Stored items:
[Start of section]

// The cluster test. A run of neighbouring points that lie off the surface
// together (a probe that slipped on a burr, dust or a fixture edge in a
// scanner's cut, a reflection streak) defeats the point-by-point test of
// residuals: each point's local fit takes in its companions and follows
// them. The cluster test judges a point by a fit that leaves out a whole
// window of positions about it (the point and w neighbours on each side)
// and is made on the points beyond the window on either side, the
// supports. When the window covers a run, the supports lie on the surface
// on both sides of it, and the parabola through them says where the
// surface runs under the run. Nothing in it counts the run's points: the
// windows grow until the supports are clean, however long the run.
//
// The windows grow from one neighbour a side in steps of about a half,
// each support as long as the window's half, until one has clean
// supports: every support point within the outlier threshold (sigma
// robust scales of the loop's noise) of the fit. That smallest clean
// window judges the point, and no wider one: away from any run it is the
// narrowest (a point's own neighbours), beside a run it is the one that
// just spans the run. A support point beyond clusterGross thresholds marks
// a run reaching into the support, and the next window is tried; a support
// whose points all lie near the fit but some beyond the threshold shows an
// outline one parabola does not follow there (sparse points, curvature
// that changes fast), and the test gives no verdict. So does a window
// whose fit turns by more than clusterTurn (the nose, a trailing edge, a
// corner: those stay the generic test's and the edge models'), or that
// wraps round a thin edge, or that spans more than clusterSpan of the
// loop: a departure that wide is a stretch of the outline, not a cluster.
//
// The point is a cluster point when it lies off the fit by more than the
// threshold and than sigma times the supports' own scatter, both widened
// by the fit's uncertainty where the point projects (its leverage), by
// more than sigma spreads of the loop's own left-out residuals at that
// window (clusterScale) over indepRatio, and by more than the curve could bulge between
// the supports (a sagitta, as for the point-by-point test); and when it
// does not lie on the outline
// elsewhere (a point of the other surface that the ordering put among the
// wrong neighbours near a thin trailing edge). Rounds peel a run: once
// some of its points are out, the rest is a shorter run, judged again.
//
// The spread of the left-out residuals is what lets the test see noise
// that neighbouring points share. A slice of a scanned mesh carries the
// noise of the vertices it is cut between, a hand-held scanner drifts as
// it sweeps: the points wander off the surface together, by the whole of
// the noise, over a few to tens of points, while each differs little from
// its neighbours, so the point-to-point scale misses the wander and a
// window's parabola, bridging it, finds good points many of those scales
// off. Taken over the loop, the median left-out residual of each window
// stays with the good points as long as runs off the surface are the
// fewer. For independent noise it is the scatter widened by the fits'
// uncertainty: 1 to 2 times the point-to-point scale (measured on NACA
// 2412 contours of 80 to 1500 points), which runs low, being the least
// of three fits' residuals; over indepRatio it then adds nothing to the
// threshold, which only noise that neighbours share raises.

// clusterSpan is the largest share of the loop's length a window of the
// cluster test (the left-out positions and their supports) may span.
const clusterSpan = 0.2

// clusterTurn is the largest turn, in radians, of the curve fitted through
// a window's supports between their centroids (30°): over that a parabola
// no longer stands for an outline of any shape (at the nose, a circle's
// arc departs from it by about 0.1 % of the window's length at 30°, fast
// growing beyond).
const clusterTurn = math.Pi / 6

// clusterGross is how many outlier thresholds a support point must lie
// off the fit through the supports for the window to count as holding
// points off the surface, so that a wider one is tried; a support whose
// points all lie within that, some beyond the threshold, shows an outline
// the parabola does not follow, and the test gives no verdict there.
const clusterGross = 2

// minSupport is the fewest points a support of the cluster test holds.
const minSupport = 4

// supportPoints is the most points of a support the fit takes in.
const supportPoints = 8

// clusterRounds bounds the rounds of clusterOutliers.
const clusterRounds = 12

// clusterWindows returns the half-widths of the left-out windows tried,
// from 1 up to at most max: 1, 2, 3, then growing by about a half.
func clusterWindows(max int) []int {
	var ws []int
	for w := 1; w <= max; {
		ws = append(ws, w)
		w = w + (w+1)/2
	}
	return ws
}

// clusterOutliers takes the cluster points out of the loop seq (see the
// file's comment), round by round until none is left, and returns the
// loop without them and their hits (kept, as reported, if keep; they are
// out of the returned loop either way). sigma is the outlier threshold in
// robust scales and scale the loop's robust scale (input units); points
// marked in exempt (by point index; nil for none) are never cluster
// points, though they may support a fit. ws are the half-widths of the
// windows tried (clusterWindows) and wsc the spread of the loop's
// left-out residuals at each (clusterScale), found on the loop before
// the point-by-point test took its outliers out.
func clusterOutliers(pts []geometry.Point, seq []int32, sigma, scale float64, keep bool, exempt []bool, ws []int, wsc *windowScales) ([]int32, []hit) {
	n := len(seq)
	if n < 4*minSupport+3 {
		return seq, nil
	}
	// The loop's length, to bound the windows.
	var length float64
	for k := range n {
		length += fastDist(pts[seq[k]], pts[seq[(k+1)%n]])
	}
	var hits []hit
	work := seq
	// reach, by point index, is how far each way the last look at a point
	// reached: after a round only the points with a removed point within
	// that reach are looked at again (the others' windows are unchanged).
	reach := make([]int32, len(pts))
	todo := make([]bool, n)
	for i := range todo {
		todo[i] = true
	}
	for range clusterRounds {
		n := len(work)
		if n < 4*minSupport+3 {
			break
		}
		out := make([]bool, n)
		dist := make([]float64, n)
		parallel(n, func(a, b int) {
			for i := a; i < b; i++ {
				p := work[i]
				if !todo[i] || exempt != nil && exempt[p] {
					continue
				}
				d, r, ok := clusterResidual(pts, work, i, ws, clusterSpan*length, sigma, scale, wsc)
				reach[p] = int32(r)
				if ok && !nearOutline(pts, work, i, r, sigma*scale) {
					out[i], dist[i] = true, d
				}
			}
		})
		next := make([]int32, 0, n)
		var cuts []int // positions of the removed points, in work
		for i, p := range work {
			if !out[i] {
				next = append(next, p)
				continue
			}
			cuts = append(cuts, i)
			sg := 0.0
			if scale > 0 {
				sg = dist[i] / scale
			}
			hits = append(hits, hit{idx: p, reason: "outlier", dist: dist[i], sigmas: sg, kept: keep})
		}
		if len(cuts) == 0 || len(next) < minPoints {
			break
		}
		// The points to look at again: a removed point within their reach
		// (positions counted in work, round the loop).
		todo = make([]bool, len(next))
		j, c := 0, 0
		for i, p := range work {
			if out[i] {
				continue
			}
			for c < len(cuts) && cuts[c] < i {
				c++
			}
			near := n
			if c < len(cuts) {
				near = cuts[c] - i
			} else {
				near = cuts[0] + n - i
			}
			if c > 0 {
				near = min(near, i-cuts[c-1])
			} else {
				near = min(near, i+n-cuts[len(cuts)-1])
			}
			todo[j] = near <= int(reach[p])+1
			j++
		}
		work = next
	}
	return work, hits
}

// clusterResidual tries the left-out windows about position i of seq,
// half-widths ws, spanning at most span (input units, straight across)
// with their supports, and returns the distance of the point from the fit
// of the smallest window with clean supports (see the file's comment; sc
// is the loop's robust scale and wsc, by window, the spread of the
// loop's own residuals at that window, clusterScale), how many positions
// each way the last window looked at and its supports took in, and
// whether that fit makes the point a cluster point.
func clusterResidual(pts []geometry.Point, seq []int32, i int, ws []int, span, sigma, sc float64, wsc *windowScales) (d float64, reach int, ok bool) {
	thr := sigma * sc
	var buf [2 * supportPoints]geometry.Point
	for wi, w := range ws {
		g, r, fit, more := windowFit(pts, seq, i, w, span, thr, buf[:0])
		if r > 0 {
			reach = r
		}
		if !more {
			break
		}
		if !fit {
			continue
		}
		if g.worst > clusterGross*thr {
			continue // points off the surface among the supports
		}
		if g.worst > thr {
			// Every support point near the fit, some beyond the
			// threshold: the outline is not a parabola over this window
			// (sparse points, curvature that changes fast), and wider
			// windows bridge still more of it.
			return 0, reach, false
		}
		// The smallest window with clean supports judges: a wider one
		// would only bridge more of the outline with one parabola.
		if g.d <= thr {
			return g.d, reach, false
		}
		if !g.finish() {
			continue
		}
		// Beyond the threshold widened by the fit's uncertainty where the
		// point projects, and beyond sigma spreads of the loop's own
		// residuals at this window over indepRatio, what independent noise
		// gives at most beside the point-to-point scale: noise that
		// neighbours share (a mesh's vertices, a scanner's drift) moves a
		// run of good points together by far more than the point-to-point
		// scale, and these residuals see it as they see a run.
		wide := math.Sqrt(1 + g.leverage)
		lim := max(thr*wide, sigma*wsc.at(wi)/indepRatio)
		return g.d, reach, g.d > lim && g.d > sigma*g.scatter*wide && g.d > g.sag
	}
	return 0, reach, false
}

// windowFit fits the parabola of the left-out window of half-width w about
// position i of seq (gapFit; tol its tolerance), its supports gathered in
// buf. It returns the fit, how many positions each way the window and its
// supports take in (0 when none fits the loop), whether the fit is usable,
// and whether wider windows may still be tried (false when this one does
// not fit the loop or spans more than span).
func windowFit(pts []geometry.Point, seq []int32, i, w int, span, tol float64, buf []geometry.Point) (g gap, reach int, fit, more bool) {
	n := len(seq)
	k := max(minSupport, w)
	if 2*(w+k)+1 > n {
		return g, 0, false, false
	}
	// |j| ≤ w+k < n: one wrap round the loop at most.
	at := func(j int) geometry.Point {
		j += i
		if j < 0 {
			j += n
		} else if j >= n {
			j -= n
		}
		return pts[seq[j]]
	}
	reach = w + k
	// The window and its supports must stay within span, measured
	// straight across (a section order of a band, or one that puts a
	// run among the points it stands off from, zigzags along the
	// loop).
	if fastDist(at(-w-k), at(w+k)) > span {
		return g, reach, false, false
	}
	// Up to supportPoints of each support, evenly spread over it from
	// its nearest point to its farthest: a fit costs the same however
	// wide the window.
	m := min(k, supportPoints)
	sup := buf
	if m == k {
		// Every point of the supports (j(k−1)/(m−1) = j), without the
		// divisions.
		for j := m - 1; j >= 0; j-- {
			sup = append(sup, at(-w-1-j))
		}
		for j := range m {
			sup = append(sup, at(w+1+j))
		}
	} else {
		for j := m - 1; j >= 0; j-- {
			sup = append(sup, at(-w-1-j*(k-1)/(m-1)))
		}
		for j := range m {
			sup = append(sup, at(w+1+j*(k-1)/(m-1)))
		}
	}
	g, fit = gapFit(sup, m, at(0), tol)
	return g, reach, fit, true
}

[End of section]

[WHAT IS NEEDED] If a line in the entries above contains the word "without", copy it.

[COMPLETED TASK]
// loop without them and their hits (kept, as reported, if keep; they are
		// Every point of the supports (j(k−1)/(m−1) = j), without the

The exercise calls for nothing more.